No, it's not the only problem, but it's kind of hard to deny it is a problem when you do the logistics and find that you literally can't get there from here. What do you suggest I do, sprout wings and fly to my classes? Walk 3+ hours back and forth from them? Spend $20 each way on a cab every day?

Quote:
Originally Posted by SoccerDude
To me it seems like you are overqualified for your job, so you are facing these morons who won't appreciate you, even if you automated their whole file system retrieval.
Right, I'm *so* overqualified for these jobs... that's why they're the only jobs I can get, since every better job requires degrees, training, and experience I DON'T have. How can I be overqualified for a job when I've looked through all the listings time and time again and every better job requires qualifications I don't have?

Look, I'm really, really sorry I brought all this up, and I'm not interested in talking about it any more, so please go focus on someone else now. I've already dealt with all this whole "Despite the fact that all your research shows that the reality is that you can't do X because you need Y and there's no current feasible way to get Y, all you have to do is wish hard enough and wave your magic wand and Y will suddenly appear" stuff from plenty of other people.

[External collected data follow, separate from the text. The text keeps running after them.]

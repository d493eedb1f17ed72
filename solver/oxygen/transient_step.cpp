#include "solver/oxygen/transient_step.hpp"

namespace oxystrat::transient_detail {
namespace {

// One implicit Euler step: the liquid rows gain -V (x - x_old) / h, the gas rows stay algebraic.
class EulerStep : public SteadyProblem {
 public:
  EulerStep(const OxygenProblem& p, const ZoneNetwork& net, const Eigen::VectorXd& old, double h)
      : p_(p), net_(net), old_(old), h_(h) {
    // Zero for a residual is also small against the storage term V C / h: with short steps that
    // term dwarfs the O2 fed, and its round-off alone would stay above 1e-12 of the feed.
    double storage = 0.0;
    for (int k = 0; k < net.size(); ++k) storage += net.volume[k] * (std::abs(old[4 * k]) + std::abs(old[4 * k + 1])) / h;
    scale_ = std::max(p.residual_scale(), 1e-3 * storage);
  }
  int size() const override { return p_.size(); }
  void residual(const Eigen::VectorXd& x, Eigen::VectorXd& r) const override {
    p_.residual(x, r);
    for (int k = 0; k < net_.size(); ++k) {
      r[4 * k] -= net_.volume[k] * (x[4 * k] - old_[4 * k]) / h_;
      r[4 * k + 1] -= net_.volume[k] * (x[4 * k + 1] - old_[4 * k + 1]) / h_;
    }
  }
  void jacobian(const Eigen::VectorXd& x, std::vector<Eigen::Triplet<double>>& t) const override {
    jacobian_zones(x, 0, net_.size(), t);
  }
  bool jacobian_zones(const Eigen::VectorXd& x, int zone_begin, int zone_end,
                      std::vector<Eigen::Triplet<double>>& t) const override {
    for (int k = zone_begin; k < zone_end; ++k) {  // zone by zone, so that any split lists the same
      p_.jacobian_zones(x, k, k + 1, t);
      t.emplace_back(4 * k, 4 * k, -net_.volume[k] / h_);
      t.emplace_back(4 * k + 1, 4 * k + 1, -net_.volume[k] / h_);
    }
    return true;
  }
  bool jacobian_parts(const Eigen::VectorXd& x, std::vector<ZoneBlockSolver::LocalBlock>& local,
                      ZoneTransports& transports) const override {
    if (!p_.jacobian_parts(x, local, transports)) return false;
    for (int k = 0; k < net_.size(); ++k) {
      local[k][0] -= net_.volume[k] / h_;
      local[k][5] -= net_.volume[k] / h_;
    }
    return true;
  }
  double residual_scale() const override { return scale_; }
  //! Same unknowns and gas routing as the steady problem: the structured solve applies.
  ZoneLayout zone_layout() const override { return p_.zone_layout(); }

 private:
  const OxygenProblem& p_;
  const ZoneNetwork& net_;
  const Eigen::VectorXd& old_;
  double h_, scale_ = 0.0;
};

// Gas of one species (2: O2, 3: CO2) leaving through the head space [mol/s].
double offgas(const Plant& p, const Eigen::VectorXd& x, int species) {
  std::vector<double> g(p.net.size());
  for (int k = 0; k < p.net.size(); ++k) g[k] = x[4 * k + species];
  return surface_flow(p.routing, g);
}

}  // namespace

Uptake culture_uptake(const Uptake& base, const GrowthKinetics& g, const BrothState& b, double biomass_ref) {
  Uptake u = base;
  if (b.biomass.empty()) return u;
  const double q_ref = std::max(g.o2_uptake_capacity(1e300), 1e-300);
  u.rate_mol_m3_s = q_ref * biomass_ref;
  u.zone_scale.resize(b.biomass.size());
  for (size_t k = 0; k < b.biomass.size(); ++k) {
    u.zone_scale[k] = b.biomass[k] * g.o2_uptake_capacity(b.substrate[k]) / (q_ref * biomass_ref);
  }
  return u;
}

StepFlows advance(Plant& p, const Case& c, BrothState& b, double h, double feed_volume_m3, int feed_zone,
                  double biomass_ref) {
  StepFlows f;
  auto& s = *p.setup;
  s.update(b.x);
  const GrowthKinetics g(c.culture);
  f.uptake = culture_uptake(s.uptake, g, b, biomass_ref);
  const OxygenProblem problem(p.net, p.routing, s.transport, s.coeff, f.uptake, s.inlet_o2_mol_s, s.inlet_co2_mol_s);
  const Eigen::VectorXd old = b.x;
  const EulerStep step(problem, p.net, old, h);
  const auto rep = solve_newton(step, b.x, {}, &p.o2_workspace);
  f.newton += rep.iterations;
  if (!rep.converged) return f;
  const int n = p.net.size();
  f.o2_in = s.inlet_o2_mol_s;
  f.co2_in = s.inlet_co2_mol_s;
  f.o2_out = offgas(p, b.x, 2);
  f.co2_out = offgas(p, b.x, 3);
  for (int k = 0; k < n; ++k) f.o2_uptake += f.uptake.our(b.x[4 * k]) * f.uptake.scale(k) * p.net.volume[k];
  if (b.biomass.empty()) {
    f.converged = true;
    return f;
  }
  // Substrate and biomass together, at the DO of the new level.
  std::vector<double> feed(n, 0.0), c_new(n);
  if (feed_zone >= 0) feed[feed_zone] = c.feed.concentration_kg_m3 * feed_volume_m3 / h;
  for (int k = 0; k < n; ++k) c_new[k] = b.x[4 * k];
  Eigen::VectorXd sx_old(2 * n);
  for (int k = 0; k < n; ++k) sx_old[2 * k] = b.substrate[k], sx_old[2 * k + 1] = b.biomass[k];
  const CultureStep culture(p.net, s.transport, g, c_new, sx_old, feed, h);
  Eigen::VectorXd sx = sx_old;
  const auto rc = solve_newton(culture, sx, {}, &p.culture_workspace);
  f.newton += rc.iterations;
  if (!rc.converged) return f;
  f.substrate_fed = feed_zone >= 0 ? c.feed.concentration_kg_m3 * feed_volume_m3 : 0.0;
  for (int k = 0; k < n; ++k) {
    const double v = p.net.volume[k], sk = sx[2 * k], xk = sx[2 * k + 1];
    b.substrate[k] = sk;
    b.biomass[k] = xk;
    f.substrate_consumed += v * xk * g.substrate_uptake(sk, c_new[k]) * h;
    f.biomass_grown += v * g.growth_rate(sk, c_new[k]) * xk * h;
  }
  f.converged = true;
  return f;
}

}  // namespace oxystrat::transient_detail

All it does is make me feel more like crap because it's blatantly obvious that there's tons of easy solutions that everyone else can find without any effort... meanwhile I look and research and do the math and I just don't see how it's supposed to add up. Just points out further that if I was just like everyone else I wouldn't have any problems, since it would all work and make sense to me.

So, I'm just going to drop it, thanks.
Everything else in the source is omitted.